Haven't seen them in a long time though.







We really miss her kitty
too.
What do you use for shampoo and conditioner? Same as you would for a stock coat or do you use something to make the hair softer or silkier?
Someone on a Shih Tzu board just recommended some great stuff to me.
It's called Earth Bath
And it has Oatmeal & Alhoe in it. I haven't used it on DaKota yet.
But I do really like the results so far on the Shih Tzu & pug.
They also have an oatmeal condtioner I use too.

How often do you brush them as young pups (before their adult coat comes in) and then as adults (with their final coat)?
I would brush & comb often, just to get them use to being brush & 
combed.

I'm guessing a long toothed comb is a must have for these guys. Anything else? I have the dog dryer already. 
I really like using a dematting comb on thick heavy coats & double coats. It catches alot of dead undercoat & matts that you don't see.

Any places that frequently mat that I should watch out for?
Ears, elbows & the butt. to me, ththose places tend to matt the quickest.

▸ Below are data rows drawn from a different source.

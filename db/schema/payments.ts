import { sql } from 'drizzle-orm';
import { check, index, integer, pgEnum, pgTable, text, timestamp, uniqueIndex, uuid } from 'drizzle-orm/pg-core';
import { paymentKinds, paymentMethods } from '../../features/payments/schema';
import { jobs } from './jobs';
import { members } from './members';
import { quotes } from './quotes';
import { shops } from './shops';

export const paymentKind = pgEnum('payment_kind', paymentKinds);
export const paymentMethod = pgEnum('payment_method', paymentMethods);

/**
 * Money received for a job, only ever added. Online payments are written from the provider's
 * signed webhook (recorded_by null); the front desk records cash, cheques and card in the shop.
 */
export const payments = pgTable(
  'payments',
  {
    id: uuid('id').primaryKey().defaultRandom(),
    shopId: uuid('shop_id').notNull().references(() => shops.id, { onDelete: 'cascade' }),
    jobId: uuid('job_id').notNull().references(() => jobs.id, { onDelete: 'cascade' }),
    /** The accepted quote the amount was computed from. */
    quoteId: uuid('quote_id').references(() => quotes.id, { onDelete: 'set null' }),
    kind: paymentKind('kind').notNull(),
    method: paymentMethod('method').notNull(),
    /** Whole cents received, always more than zero. */
    amountCents: integer('amount_cents').notNull(),
    /** ISO 4217 code in lower case, as the provider writes it (usd). */
    currency: text('currency').notNull(),
    /** The provider's checkout session (cs_...); one payment per session. */
    checkoutSessionId: text('checkout_session_id'),
    /** The provider's payment intent (pi_...), for refunds and disputes in its dashboard. */
    paymentIntentId: text('payment_intent_id'),
    /** The webhook event (evt_...) that recorded it; a second delivery of the same event changes nothing. */
    providerEventId: text('provider_event_id'),
    /** A cheque or receipt number, or who handed it over. */
    note: text('note'),
    /** The member who recorded it by hand; null when the provider's webhook did. */
    recordedBy: text('recorded_by').references(() => members.id, { onDelete: 'set null' }),
    at: timestamp('at', { withTimezone: true }).notNull().defaultNow(),
  },
  (t) => [
    index('payments_job_idx').on(t.jobId, t.at),
    uniqueIndex('payments_event_idx').on(t.providerEventId),
    uniqueIndex('payments_session_idx').on(t.checkoutSessionId),
    check('payments_amount_positive', sql`${t.amountCents} > 0`),
  ],
);

export type PaymentRow = typeof payments.$inferSelect;
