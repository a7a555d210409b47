import { useState } from 'react';
import { Modal, StyleSheet, View } from 'react-native';
import { Button } from '../ui/Button';
import { Notice } from '../ui/Notice';
import { Text } from '../ui/Text';
import { TextField } from '../ui/TextField';
import { colors, radius, space } from '../ui/theme';
import { errorMessage } from '../ui/useFieldErrors';
import { useSchemaForm } from '../ui/useSchemaForm';
import { useUpdateJob } from './queries';
import { jobUpdate, type Job } from './schema';

/** "Edit" opens the job's title, due date and notes in a sheet; nothing changes until it is saved. */
export function JobEditor({ job }: { job: Job }) {
  const [open, setOpen] = useState(false);
  const update = useUpdateJob(job.id);
  const fromJob = () => ({ title: job.title, dueDate: job.dueDate ?? '', notes: job.notes ?? '' });
  const { values, setValues, set, fields, hasFieldErrors, submit } = useSchemaForm(jobUpdate, fromJob());
  const save = () => submit((input, onError) => update.mutate(input, { onSuccess: () => setOpen(false), onError }));

  return (
    <>
      <Button
        label="Edit"
        kind="quiet"
        testID="edit-job"
        onPress={() => {
          setValues(fromJob());
          setOpen(true);
        }}
      />
      <Modal visible={open} transparent animationType="fade" onRequestClose={() => setOpen(false)}>
        <View style={styles.backdrop}>
          <View style={styles.sheet}>
            <Text variant="heading">Edit job</Text>
            {update.isError && !hasFieldErrors ? <Notice>{errorMessage(update.error) ?? ''}</Notice> : null}
            <TextField label="Title" testID="edit-title" value={values.title} onChangeText={set('title')} error={fields.title} />
            <TextField label="Due date" placeholder="YYYY-MM-DD" value={values.dueDate} onChangeText={set('dueDate')} error={fields.dueDate} />
            <TextField label="Notes" value={values.notes} onChangeText={set('notes')} multiline error={fields.notes} />
            <View style={styles.actions}>
              <Button label="Cancel" kind="quiet" onPress={() => setOpen(false)} />
              <Button label="Save" onPress={save} busy={update.isPending} testID="save-edit" />
            </View>
          </View>
        </View>
      </Modal>
    </>
  );
}

const styles = StyleSheet.create({
  backdrop: { flex: 1, backgroundColor: 'rgba(30,38,41,0.45)', justifyContent: 'center', alignItems: 'center', padding: space.lg },
  sheet: { width: '100%', maxWidth: 520, backgroundColor: colors.card, borderRadius: radius.lg, padding: space.xl, gap: space.md },
  actions: { flexDirection: 'row', justifyContent: 'flex-end', gap: space.sm },
});
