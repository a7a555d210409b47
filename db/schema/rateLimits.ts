import { bigint, integer, pgTable, varchar } from 'drizzle-orm/pg-core';

/**
 * Attempt counters for sign-in, sign-up, joining and password changes, shared by
 * every server process. The columns are the ones rate-limiter-flexible's Postgres
 * store reads and writes; it is created here so the store never races to create it.
 */
export const rateLimits = pgTable('rate_limits', {
  /** "<limiter>:<hashed account or address>". */
  key: varchar('key', { length: 255 }).primaryKey(),
  /** Attempts counted in the current window. */
  points: integer('points').notNull().default(0),
  /** When the window ends, in milliseconds since 1970; null never ends. */
  expire: bigint('expire', { mode: 'number' }),
});
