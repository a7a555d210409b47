import { useQueries, useQuery } from '@tanstack/react-query';
import { useDeferredValue, useState } from 'react';
import { useLocalSearchParams } from 'expo-router';
import { ActivityIndicator, StyleSheet, useWindowDimensions, View } from 'react-native';
import { LayoutsSection } from '../layouts/LayoutsSection';
import { layoutQueries } from '../layouts/queries';
import { PaymentsPanel } from '../payments/PaymentsPanel';
import { paymentQueries } from '../payments/queries';
import { PiecesSection } from '../pieces/PiecesSection';
import { pieceQueries } from '../pieces/queries';
import { JobProofs } from '../proofs/JobProofs';
import { proofQueries } from '../proofs/queries';
import { QuoteSection } from '../quotes/QuoteSection';
import { quoteQueries } from '../quotes/queries';
import { settingsQueries } from '../settings/queries';
import { ArrivalSection } from '../shipping/ArrivalSection';
import { ShippingSection } from '../shipping/ShippingSection';
import { shippingQueries } from '../shipping/queries';
import { Notice } from '../ui/Notice';
import { Screen } from '../ui/Screen';
import { Text } from '../ui/Text';
import { colors, radius, space, WIDE_MIN_WIDTH } from '../ui/theme';
import { ActivityList } from './ActivityList';
import { JobEditor } from './JobEditor';
import { jobQueries } from './queries';
import type { Job } from './schema';
import { dueDateText } from './dueRange';
import { FramePanel } from './FramePanel';
import { StatusBadge } from './StatusBadge';
import { SafetyNote } from './SafetyNote';
import { StatusMover } from './StatusMover';

export function JobDetailScreen() {
  // `payment`: the provider's session id when the browser comes back from its payment page.
  const { id, payment } = useLocalSearchParams<{ id: string; payment?: string }>();
  const job = useQuery(jobQueries.detail(id));
  const wide = useWindowDimensions().width >= WIDE_MIN_WIDTH;
  // The job's arrival mounts every section (pieces, layouts, quote, proofs, payments, shipping,
  // activity): drawn in a render React splits into short slices (a deferred value), not in the
  // one task the answer lands in (~400 ms on Lighthouse's slowed phone); the wheel stays until then.
  const arrived = useDeferredValue(job.data);
  const shown = arrived?.job.id === id ? arrived : undefined;
  const returnedFrom = typeof payment === 'string' ? payment : undefined;
  // Each section reads its own data; asked for here, beside the job, they are in before the
  // sections are drawn, all at once: drawn as each answer landed, every section that grew
  // pushed the ones below it down the page (layout shift 0.24 on Lighthouse's phone).
  const sectionsSettled = useQueries({
    queries: sectionReads(id, returnedFrom, shown ? finished(shown.job.status) : false),
    combine: (reads) => reads.every((read) => !read.isPending),
  });
  const sectionsSettledShown = useDeferredValue(sectionsSettled);
  // Once drawn, the sections stay: a read added later (how a shipped job arrived) or asked
  // again (back from the payment page) shows in its own section, not as the wheel over all.
  const [openFor, setOpenFor] = useState<string | null>(null);
  if (sectionsSettledShown && openFor !== id) setOpenFor(id);
  const sectionsReady = sectionsSettledShown || openFor === id;

  if (job.isError) {
    return (
      <Screen>
        <Notice title="This job could not be opened">{job.error.message}</Notice>
      </Screen>
    );
  }
  if (!shown) return <ActivityIndicator color={colors.accent} style={styles.loading} />;
  const j = shown.job;
  return (
    <Screen maxWidth={wide ? 1180 : 720} title={j.title}>
      <View style={styles.card}>
        <View style={styles.headRow}>
          <StatusBadge status={j.status} testID="job-status" />
          <JobEditor job={j} />
        </View>
        <Text variant="title" testID="job-title-heading">
          {j.title}
        </Text>
        <Text variant="caption">
          {j.customerName}
          {j.dueDate ? ` · due ${dueDateText(j.dueDate, new Date())}` : ' · no due date'}
        </Text>
        {j.notes ? <Text style={styles.notes}>{j.notes}</Text> : null}
        <StatusMover jobId={j.id} current={j.status} />
        <SafetyNote status={j.status} />
      </View>
      {sectionsReady ? (
        <View style={[styles.columns, wide && styles.columnsWide]}>
          <View style={[styles.column, wide && styles.mainColumn]}>
            <PiecesSection jobId={j.id} />
            <LayoutsSection jobId={j.id} />
            <FramePanel job={j} />
            <QuoteSection jobId={j.id} />
            <JobProofs jobId={j.id} />
            <PaymentsPanel jobId={j.id} returnedFrom={returnedFrom} />
            <ShippingSection jobId={j.id} />
            {finished(j.status) ? <ArrivalSection jobId={j.id} /> : null}
            {/* Sections of the job's work: pieces, layouts, proofs, quote, payments, shipping. */}
          </View>
          <View style={[styles.card, wide && styles.sideColumn]}>
            <ActivityList jobId={j.id} />
          </View>
        </View>
      ) : (
        <ActivityIndicator color={colors.accent} testID="job-sections-loading" />
      )}
    </Screen>
  );
}

/** A job that has left the shop, whose page also shows how it arrived. */
const finished = (status: Job['status']) => status === 'shipped' || status === 'collected';

/** The reads the job page's sections start with (the same options their own queries use). */
function sectionReads(jobId: string, returnedFrom: string | undefined, arrival: boolean) {
  return [
    pieceQueries.job(jobId),
    layoutQueries.job(jobId),
    settingsQueries.shop(),
    quoteQueries.job(jobId),
    proofQueries.job(jobId),
    paymentQueries.job(jobId, returnedFrom),
    shippingQueries.job(jobId),
    jobQueries.activity(jobId),
    ...(arrival ? [shippingQueries.arrival(jobId)] : []),
  ];
}

const styles = StyleSheet.create({
  loading: { marginTop: space.xxl },
  card: { gap: space.sm, backgroundColor: colors.card, padding: space.lg, borderRadius: radius.lg, borderWidth: 1, borderColor: colors.line },
  headRow: { flexDirection: 'row', justifyContent: 'space-between', alignItems: 'center' },
  notes: { color: colors.muted },
  columns: { gap: space.lg },
  // Two thirds and one third of the row, each whatever the other holds: a page the browser paints
  // while it is still arriving (a drawn page, before its side column is in) does not narrow later.
  columnsWide: { flexDirection: 'row', alignItems: 'flex-start', gap: 0 },
  column: { gap: space.lg },
  mainColumn: { width: '66.667%', paddingRight: space.lg, minWidth: 0 },
  sideColumn: { width: '33.333%', minWidth: 0 },
});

Does anyone clean the underside of their longcoat - remove the hair inside the back legs and such?
I like cleaning out the undercarrage. It can get so knotted & dirty under there.
I also like doing this with client's dogs that only come in occasionaly.
It thins out the skirting back there & doesn't seem to knot up so quickly.









Any other grooming tips would be greatly appreciated!!


----------



## onyx'girl (May 18, 2007)

My LC Kacie(she isn't as long as some) is much more work than a stock coat to keep up with. Other than when it is muddy out I have to hose her bottom half down in the bathtub. I don't use anything but water, and my awesome hand held shower thingy. Invest in one of those if you don't have one now. They are easy to install and are priceless! I clipped her foot fuzz about three weeks ago, otherwise she will carry in snowballs, and I'm sure it hurts her to walk on frozen snow...
I use a rake on all dogs, (Clover was a double coated Golden/Border and I could get about three puppies worth of fur everytime I brushed her), have a bristle and pin brush as well. But just a good brushing is all that so far is needed, especially when on a RAW diet. I just gave my dogs some rasberries(bhlllllllehhhhphhhh's) and my mouth did have some fur from Kace, but neither shed like the other GSD's I am around. Not a bit of oder at all, I love to breathe them in!


----------



## onyx'girl (May 18, 2007)

_too late to edit:_ I meant to say she _isn't _much more work...my fingers were typing faster than my laptop could keep up with!


----------



## BlackGSD (Jan 4, 2005)

As was said, it depends on the indivuidual coat. I have treated all of my long coats exactly the same as my "regular" coats as far as bathing. 2 of mine had no matting issues. The famale would get them behind her ears. (They were all long coats (WITH an undercoat.) but they had different coats from each other She also got REALLY long hair on the bottoms of her feet, between her toes and on the backs of her hind legs from the foot to the hock. I either cut it off with the scissors or shaved it so it was the length of a "regular coated" dogs coat. 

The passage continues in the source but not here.